For electric vehicle charging companies such as Electrify America, ChargePoint and EVGo, the deployment of charging piles can be accelerated with the support of federal funds. The installation and maintenance of charging stations requires trained electricians, which may create more high-paying jobs.


Furthermore, for automakers, the introduction of more charging stations will promote the popularity of electric vehicles in the United States, which may boost traditional automakers such as Ford Motor Co., General Motors, and Volkswagen, as well as startups such as Rivian and Lucid of sales.


Additionally, service areas are likely to see an influx of investment as companies build charging stations along high-traffic routes. There are also positives for BP and Hertz, as they are expanding charging services at gas stations and rental car locations respectively. Service area operators such as privately held Pilot Co and Travel Centers of America may also benefit.


Of course, the new regulations will also bring certain challenges to some companies. While charging companies have received financial support in their expansion efforts, only a handful of companies told the Biden administration before the new rules were released on February 15 that they could meet the "Buy American Parts" standards within the proposed timeframe.


Moreover, some analysts say that requirements for locally produced parts will also harm overseas suppliers, but the Biden administration also hopes to force overseas suppliers to open factories in the United States.


Business response


The first tranches of federal funds will be released to states in the coming weeks, and companies like Tesla, EVgo and ChargePoint Holdings will have to compete for funds from state governments. According to the U.S. government, some companies are already beginning to respond.


Among them, the most attention-grabbing move is that of Tesla, the leader of electric car manufacturers. The White House said Tesla will open its Supercharger network in the United States to other brands of electric vehicles, opening 3,500 new and existing Superchargers along highways and 4,000 to non-Tesla customers by the end of next year. Low-speed charging stations located near hotels, restaurants, etc.

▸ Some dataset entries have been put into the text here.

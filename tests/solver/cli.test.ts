import { describe, expect, it } from 'vitest';
import { execFileSync, spawnSync } from 'node:child_process';
import { mkdtempSync, readFileSync, writeFileSync } from 'node:fs';
import { tmpdir } from 'node:os';
import { join, resolve } from 'node:path';

const tsx = resolve('node_modules/.bin/tsx');

describe('the solver command line', () => {
	it('runs a case file, prints the design numbers and writes the profiles as CSV', () => {
		const dir = mkdtempSync(join(tmpdir(), 'twofold-cli-'));
		const casePath = join(dir, 'case.json');
		writeFileSync(casePath, JSON.stringify({ schemaVersion: 1, name: 'Small column', geometry: { heightM: 1, diameterM: 0.2, clearLiquidLevelM: 0.7 }, numerics: { cells: 40 } }));
		const csvPath = join(dir, 'profiles.csv');
		const out = execFileSync(tsx, ['solver/cli.ts', casePath, '--csv', csvPath, '--quiet'], { encoding: 'utf8' });
		expect(out).toMatch(/status: converged/);
		expect(out).toMatch(/Overall gas holdup of the aerated region\s+0\.1\d+/);
		const lines = readFileSync(csvPath, 'utf8').trim().split('\n');
		expect(lines[0]).toBe('z_m,holdup_1,gasVelocity_m_per_s,liquidVelocity_m_per_s,pressure_Pa,gasDensity_kg_per_m3,slip_m_per_s,sauterDiameter_m');
		expect(lines.length).toBe(41);
		// first cell centre at Δz/2 = 0.0125 m
		expect(Number(lines[1].split(',')[0])).toBeCloseTo(0.0125, 12);
	});

	it('refuses an invalid case with the field and the limit, and a non-zero exit code', () => {
		const dir = mkdtempSync(join(tmpdir(), 'twofold-cli-'));
		const casePath = join(dir, 'bad.json');
		writeFileSync(casePath, JSON.stringify({ schemaVersion: 1, numerics: { cflNumber: 3 } }));
		const r = spawnSync(tsx, ['solver/cli.ts', casePath], { encoding: 'utf8' });
		expect(r.status).toBe(1);
		expect(r.stderr).toMatch(/numerics\.cflNumber: CFL number must be at most 1/);
	});
});
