import { describe, expect, it } from 'vitest';
import { Packr } from 'msgpackr';
import { createSimulation, defaultCase, InvalidCaseError, oneClassCase, SOLVER_VERSION, validateCase } from '../../solver/index.js';
import type { Simulation } from '../../solver/types.js';

function sameBits(a: Float64Array, b: Float64Array): boolean {
	if (a.length !== b.length) return false;
	const x = new Uint8Array(a.buffer, a.byteOffset, a.byteLength);
	const y = new Uint8Array(b.buffer, b.byteOffset, b.byteLength);
	for (let i = 0; i < x.length; i++) if (x[i] !== y[i]) return false;
	return true;
}

function stepN(sim: Simulation, n: number) {
	for (let k = 0; k < n && sim.state.status === 'running'; k++) sim.step();
}

describe('checkpoint and restore', () => {
	it('continues bit-identically after a msgpackr round trip of the checkpoint', () => {
		const c = defaultCase();
		c.numerics.scheme = 'van-leer';
		const straight = createSimulation(c);
		stepN(straight, 300);

		const first = createSimulation(c);
		stepN(first, 120);
		const packr = new Packr({ moreTypes: true });
		const bytes = packr.pack(first.checkpoint());
		const resumed = createSimulation(c);
		resumed.restore(packr.unpack(bytes));
		expect(resumed.state.step).toBe(120);
		stepN(resumed, 180);

		expect(resumed.state.step).toBe(straight.state.step);
		expect(Object.is(resumed.state.timeS, straight.state.timeS)).toBe(true);
		const a = straight.snapshot().fields;
		const b = resumed.snapshot().fields;
		for (const name of ['holdup', 'gasVelocity', 'liquidVelocity', 'pressure', 'gasDensity', 'slip']) expect(sameBits(a[name], b[name])).toBe(true);
		expect(resumed.residuals()).toEqual(straight.residuals());
	});

	it('keeps the checkpoint itself bit-identical through msgpackr', () => {
		const sim = createSimulation(defaultCase());
		stepN(sim, 50);
		const cp = sim.checkpoint();
		const packr = new Packr({ moreTypes: true });
		const back = packr.unpack(packr.pack(cp));
		for (const [k, v] of Object.entries(cp.data)) {
			if (v instanceof Float64Array) expect(sameBits(v, back.data[k])).toBe(true);
			else expect(back.data[k]).toEqual(v);
		}
		expect(cp.solverVersion.length).toBeGreaterThan(0);
		expect(SOLVER_VERSION).toMatch(/^\d+\.\d+\.\d+$/);
	});

	it('refuses a checkpoint written by another solver version', () => {
		const sim = createSimulation(defaultCase());
		const cp = { ...sim.checkpoint(), solverVersion: '0.0.1' };
		expect(() => createSimulation(defaultCase()).restore(cp)).toThrow(/solver 0\.0\.1 cannot continue/);
	});

	it('refuses a checkpoint of another grid', () => {
		const sim = createSimulation(defaultCase());
		const other = defaultCase();
		other.numerics.cells = 50;
		expect(() => createSimulation(other).restore(sim.checkpoint())).toThrow(/cells/);
	});
});

describe('checkpoints with mass transfer', () => {
	/** A batch re-aeration of the default two-class column, the series sampled every 0.5 s. */
	function transferCase() {
		const c = defaultCase();
		c.numerics.snapshotIntervalS = 0.5;
		c.transfer.mode = 'batch';
		return c;
	}

	it('carry the dissolved and gas-side solute, so a resumed run continues bit-identically', () => {
		const c = transferCase();
		const straight = createSimulation(c);
		stepN(straight, 400);

		const first = createSimulation(c);
		stepN(first, 150);
		const packr = new Packr({ moreTypes: true });
		const resumed = createSimulation(c);
		resumed.restore(packr.unpack(packr.pack(first.checkpoint())));
		stepN(resumed, 250);

		expect(resumed.state.step).toBe(straight.state.step);
		const a = straight.snapshot().fields;
		const b = resumed.snapshot().fields;
		for (const name of ['holdup', 'pressure', 'dissolvedConcentration', 'saturationConcentration', 'gasMoleFraction', 'gasMoleFractionSmall', 'gasMoleFractionLarge', 'transferRate']) {
			expect(sameBits(a[name], b[name])).toBe(true);
		}
		expect(resumed.residuals()).toEqual(straight.residuals());
		const ra = straight.results();
		const rb = resumed.results();
		expect(rb.series).toEqual(ra.series);
		expect(ra.series!.dissolvedOxygen.timeS.length).toBeGreaterThan(5);
		for (const [id, d] of Object.entries(ra.design)) expect(Object.is(rb.design[id].value, d.value)).toBe(true);
	});

	it('continue a one-class checkpoint of 1.1.0 without transfer, and refuse one of two classes or across the transfer change', () => {
		// 1.2.0 and 1.3.0 leave the one-class hydrodynamics operation for operation as in 1.1.0; 1.3.0 changed the
		// several-class height profile (the interfacial pressure capped at the drag)
		const c = oneClassCase();
		const one = createSimulation(c);
		stepN(one, 60);
		const again = createSimulation(c);
		again.restore({ ...one.checkpoint(), solverVersion: '1.1.0' });
		stepN(one, 40);
		stepN(again, 40);
		expect(sameBits(again.snapshot().fields.holdup, one.snapshot().fields.holdup)).toBe(true);
		const two = createSimulation(defaultCase());
		stepN(two, 10);
		expect(() => createSimulation(defaultCase()).restore({ ...two.checkpoint(), solverVersion: '1.2.0' })).toThrow(/cannot continue/);
		const t = createSimulation(transferCase());
		stepN(t, 10);
		expect(() => createSimulation(transferCase()).restore({ ...t.checkpoint(), solverVersion: '1.1.0' })).toThrow(/cannot continue/);
		// a checkpoint with transfer does not restore a case without it, nor the other way round
		expect(() => createSimulation(defaultCase()).restore(t.checkpoint())).toThrow(/mass transfer/);
		expect(() => createSimulation(transferCase()).restore(two.checkpoint())).toThrow(/mass transfer/);
	});
});

describe('invalid cases', () => {
	it('are refused with messages that name the field and the limit', () => {
		const bad = { ...defaultCase(), geometry: { heightM: 0.05, diameterM: 0.2, clearLiquidLevelM: 0.04 } };
		const v = validateCase(bad);
		expect(v.ok).toBe(false);
		if (!v.ok) {
			expect(v.issues[0].path).toBe('geometry.heightM');
			expect(v.issues[0].message).toBe('Column height must be at least 0.1 m');
		}
		try {
			createSimulation(bad);
			expect.unreachable();
		} catch (e) {
			expect(e).toBeInstanceOf(InvalidCaseError);
			expect((e as InvalidCaseError).message).toMatch(/geometry\.heightM: Column height must be at least 0\.1 m/);
		}
	});

	it('refuse an empty solute name with a message that names the field', () => {
		const c = { ...defaultCase(), fluids: { ...defaultCase().fluids, solute: '  ' } };
		const v = validateCase(c);
		expect(v.ok).toBe(false);
		if (!v.ok) expect(v.issues).toContainEqual({ path: 'fluids.solute', message: 'Solute name must not be empty' });
	});

	it('refuse a clear-liquid level at or above the column top', () => {
		const c = defaultCase();
		c.geometry.clearLiquidLevelM = 2.5;
		expect(() => createSimulation(c)).toThrow(/geometry\.clearLiquidLevelM: Clear-liquid level must be below the column height \(2 m\)/);
	});

	it('refuse a cell count that is not a whole number and a negative viscosity', () => {
		const c = defaultCase() as unknown as { numerics: { cells: number }; fluids: { liquid: { viscosityPaS: number } } };
		c.numerics.cells = 10.5;
		c.fluids.liquid.viscosityPaS = -1;
		const v = validateCase(c);
		expect(v.ok).toBe(false);
		if (!v.ok) {
			const paths = v.issues.map((i) => i.path);
			expect(paths).toContain('numerics.cells');
			expect(paths).toContain('fluids.liquid.viscosityPaS');
			expect(v.issues.find((i) => i.path === 'fluids.liquid.viscosityPaS')?.message).toBe('Liquid viscosity must be at least 0.0001 Pa·s');
		}
	});
});
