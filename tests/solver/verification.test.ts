/**
 * The verification cases the verification page shows (solver/verification/): every case runs, has a
 * finite error within its tolerance, and reports its progress; the faucet's observed order is that of
 * a first-order scheme. The same set-ups are asserted one by one in the other solver tests.
 */
import { describe, expect, it } from 'vitest';
import { runVerification, verificationCases, outcomePasses } from '../../solver/verification/index.js';
import type { VerificationProgress } from '../../solver/verification/types.js';

describe('the verification cases', () => {
	const progress: VerificationProgress[] = [];
	const t0 = performance.now();
	const results = runVerification({ onProgress: (p) => progress.push(p) });
	const wallS = (performance.now() - t0) / 1000;

	it('all run, each with a finite error within its tolerance, a source and a chart', () => {
		expect(results.map((r) => r.id)).toEqual(verificationCases.map((c) => c.id));
		expect(new Set(results.map((r) => r.id)).size).toBe(results.length);
		for (const r of results) {
			expect(r.failure, r.id).toBeUndefined();
			expect(Number.isFinite(r.error), r.id).toBe(true);
			expect(r.error, `${r.id}: ${r.error} ${r.errorUnit}`).toBeLessThanOrEqual(r.tolerance);
			expect(r.passed, r.id).toBe(true);
			expect(r.source).toMatch(/\(\d{4}\)|definition|Hydrostatics|Analytic|Conservation/);
			expect(r.chart.series.length).toBeGreaterThan(1);
			for (const s of r.chart.series) expect(s.y.length, `${r.id}: ${s.label}`).toBe(r.chart.x.length);
			for (let i = 1; i < r.chart.x.length; i++) expect(r.chart.x[i], `${r.id}: x ascending`).toBeGreaterThan(r.chart.x[i - 1]);
		}
		// the set stays cheap: a few seconds here, well inside the half minute it may take on a worker
		expect(wallS).toBeLessThan(30);
	});

	it('gives the faucet an observed order between ½ and 1 at t = 0.5 s and about 1 at steady state', () => {
		const transient = results.find((r) => r.id === 'faucet-transient')!;
		expect(transient.order?.cells).toEqual([48, 96, 192]);
		expect(transient.order!.observed).toBeGreaterThan(0.4);
		expect(transient.order!.observed).toBeLessThan(1.0);
		const steady = results.find((r) => r.id === 'faucet-steady')!;
		expect(Math.abs(steady.order!.observed - 1)).toBeLessThan(0.25);
		expect(Math.abs(results.find((r) => r.id === 'recirculation-profile')!.order!.observed - 2)).toBeLessThan(0.1);
	});

	it('reports progress from 0 to 1 without going back', () => {
		expect(progress[0].fraction).toBe(0);
		expect(progress.at(-1)!.fraction).toBe(1);
		for (let i = 1; i < progress.length; i++) expect(progress[i].fraction).toBeGreaterThanOrEqual(progress[i - 1].fraction);
		expect(new Set(progress.map((p) => p.caseId)).size).toBe(verificationCases.length);
	});

	it('fails a case that misses its tolerance, its expected order or a check, and records one that throws', () => {
		const base = results.find((r) => r.id === 'faucet-transient')!;
		expect(outcomePasses({ ...base, error: base.tolerance * 2 })).toBe(false);
		expect(outcomePasses({ ...base, order: { ...base.order!, pairwise: [0.1, 0.2], observed: 0.2 } })).toBe(false);
		expect(outcomePasses({ ...base, checks: [{ label: 'x', value: 2, tolerance: 1, unit: '1' }] })).toBe(false);
		expect(outcomePasses({ ...base, checks: [{ label: 'x', value: 2, tolerance: 1, unit: '1', atLeast: true }] })).toBe(true);
		const [broken] = runVerification({ cases: [{ id: 'broken', title: 'Broken', reference: 'none', source: 'none', what: 'throws', run: () => { throw new Error('no such grid'); } }] });
		expect(broken.passed).toBe(false);
		expect(broken.failure).toBe('no such grid');
		expect(Number.isNaN(broken.error)).toBe(true);
	});
});
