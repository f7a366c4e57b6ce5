/**
 * The case as a versioned JSON document for download and import. The document is the case itself
 * (its `schemaVersion` first) so it can be read and edited by hand; importing checks the version
 * before anything else and then validates the whole case, so a document is taken whole or refused.
 */
import { SCHEMA_VERSION, validateCase, type CaseDocument, type CaseIssue } from '../../../solver/case.js';

/** Larger than any case (a few kB); keeps a stray upload of a big file from being parsed. */
export const MAX_CASE_JSON_BYTES = 262_144;

/** The case as pretty-printed JSON with `schemaVersion` as the first key. */
export function caseToJson(caseDoc: CaseDocument): string {
	const { schemaVersion, ...rest } = caseDoc;
	return JSON.stringify({ schemaVersion, ...rest }, null, '\t') + '\n';
}

export type CaseImportResult = { ok: true; value: CaseDocument } | { ok: false; issues: CaseIssue[] };

function refuse(path: string, message: string): CaseImportResult {
	return { ok: false, issues: [{ path, message }] };
}

/**
 * Read a case document from JSON text. Refuses, with a message, text that is not JSON, a document
 * without a `schemaVersion`, an unknown or newer version, and any field the case schema rejects.
 */
export function caseFromJson(text: string): CaseImportResult {
	const bytes = new TextEncoder().encode(text).length;
	if (bytes > MAX_CASE_JSON_BYTES) return refuse('', `The file is ${bytes} bytes; a case document is at most ${MAX_CASE_JSON_BYTES} bytes`);
	let doc: unknown;
	try {
		doc = JSON.parse(text.replace(/^\uFEFF/, ''));
	} catch (e) {
		return refuse('', `The file is not valid JSON: ${(e as Error).message}`);
	}
	if (!doc || typeof doc !== 'object' || Array.isArray(doc)) return refuse('', 'The file does not hold a case document (a JSON object)');
	if (!('schemaVersion' in doc)) return refuse('schemaVersion', 'The document has no schemaVersion, so it is not a Twofold case document');
	const v = (doc as { schemaVersion: unknown }).schemaVersion;
	if (typeof v !== 'number' || !Number.isInteger(v) || v < 1) {
		return refuse('schemaVersion', `The document has an unknown schemaVersion (${JSON.stringify(v)}); this Twofold reads version ${SCHEMA_VERSION}`);
	}
	// validateCase refuses a newer version with its own message
	return validateCase(doc);
}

The new rules will allow Tesla to keep its unique connector but must add a permanently attached CCS connector or adapter to charge CCS-compliant vehicles. Tesla told the Department of Transportation that the plan was "aggressive" and "may result in an insufficient number of available compliant charging stations given the speed and scale of deployment," records show.


The United States releases new policies for electric vehicle charging piles, which may disrupt the industrial structure


Image source: Screenshot of Biden’s Twitter


Biden said on Twitter: "As we build our electric vehicle charging network, we must ensure that as many chargers as possible serve as many drivers as possible. To do this, Musk will open Tesla to all drivers A large part of the charging network. This is a big deal and has far-reaching consequences.” Musk responded to Biden on Twitter: “Thanks, Tesla is happy to support other electric vehicles through our Supercharger network.”


Analysts believe this could help turn Tesla charging stations into shared "gas stations" for the electric vehicle era. However, the opening of Tesla's charging network also has the potential to weaken the competitive advantage of its products, because for now, Tesla has the largest network of high-speed Superchargers in the United States, and Tesla owners have exclusive access.


On the day the new regulations were released, the Australian company Tritium also announced that it would add more than 250 jobs at its charging pile manufacturing plant in Tennessee. The White House said Germany's Siemens recently announced the establishment of its second charging equipment manufacturing plant in the United States in Texas, while South Korea's SK Signet will also open a manufacturing plant in Texas.


Additionally, welding giant Lincoln Electric announced a new fast charger production line, while Blink Charging will expand its charger manufacturing plant in Maryland and plans to build another facility this year.